- TASK DIRECTIONS:
Below are records; count how many of their lines contain the string "iter", and give only that number.

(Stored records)
*** Begin section ***

fn print_human(report: &ModesReport, sol: &ModalSolution) {
    match report.total_mass_kg {
        Some(t) => {
            println!("{}: {} modes, {} free DOFs, total mass {:.4} kg", report.model, sol.n_modes(), report.n_dofs, t)
        }
        None => println!("{}: {} modes, {} DOFs", report.model, sol.n_modes(), report.n_dofs),
    }
    let pct = |v: Option<f64>| v.map(|x| format!("{:.2}", 100.0 * x)).unwrap_or_else(|| "-".into());
    let table_rows = report
        .modes
        .iter()
        .map(|r| {
            let e = r.effective_mass_fraction;
            let dominant = match (r.dominant_direction, e) {
                (Some(d), Some(e)) => {
                    let v =
                        [e.x, e.y, e.z, e.rx, e.ry, e.rz][RIGID_DIRECTIONS.iter().position(|x| *x == d).unwrap_or(0)];
                    format!("{d} {:.2} %", 100.0 * v)
                }
                _ => "-".into(),
            };
            vec![
                r.number.to_string(),
                if r.zero_energy { format!("{:.4} (rigid)", r.frequency_hz) } else { format!("{:.4}", r.frequency_hz) },
                r.class.as_ref().map(class_words).unwrap_or_else(|| "-".into()),
                dominant,
                pct(e.map(|e| e.x)),
                pct(e.map(|e| e.y)),
                pct(e.map(|e| e.z)),
                format!("{:.1e}", r.relative_residual),
            ]
        })
        .collect();
    println!(
        "{}",
        table(
            &[
                "mode",
                "frequency [Hz]",
                "class",
                "largest m_eff",
                "m_eff x [%]",
                "m_eff y [%]",
                "m_eff z [%]",
                "residual"
            ],
            table_rows
        )
    );
    if let Some(c) = report.cumulative_mass_fraction {
        println!(
            "cumulative effective mass: x {:.2} %, y {:.2} %, z {:.2} %, rx {:.2} %, ry {:.2} %, rz {:.2} %",
            100.0 * c.x,
            100.0 * c.y,
            100.0 * c.z,
            100.0 * c.rx,
            100.0 * c.ry,
            100.0 * c.rz
        );
    }
    if let Some(p) = report.reference_point_m {
        println!("rotations about the reference point ({:.4}, {:.4}, {:.4}) m", p[0], p[1], p[2]);
    }
    let st = &sol.sturm_check;
    println!(
        "Sturm check: {} eigenvalues below {:.4} Hz by the inertia of K - sigma M, {} found: {}",
        st.count_expected,
        st.shift_hz,
        st.count_found,
        if st.passed { "passed" } else { "FAILED" }
    );
    println!(
        "solver: {}, block size {}, {} factorizations, {} block solves, M-orthogonality error {:.1e}, {:.3} s",
        report.solver.method,
        report.solver.block_size,
        report.solver.stats.factorizations,
        report.solver.stats.block_solves,
        report.solver.orthogonality_error,
        report.solver.solve_seconds
    );
    for w in &report.warnings {
        println!("warning: {w}");
    }
    println!("wrote {}", report.files.join(", "));
    println!("{CAUTION}");
}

*** End section ***

- OUTPUT:
2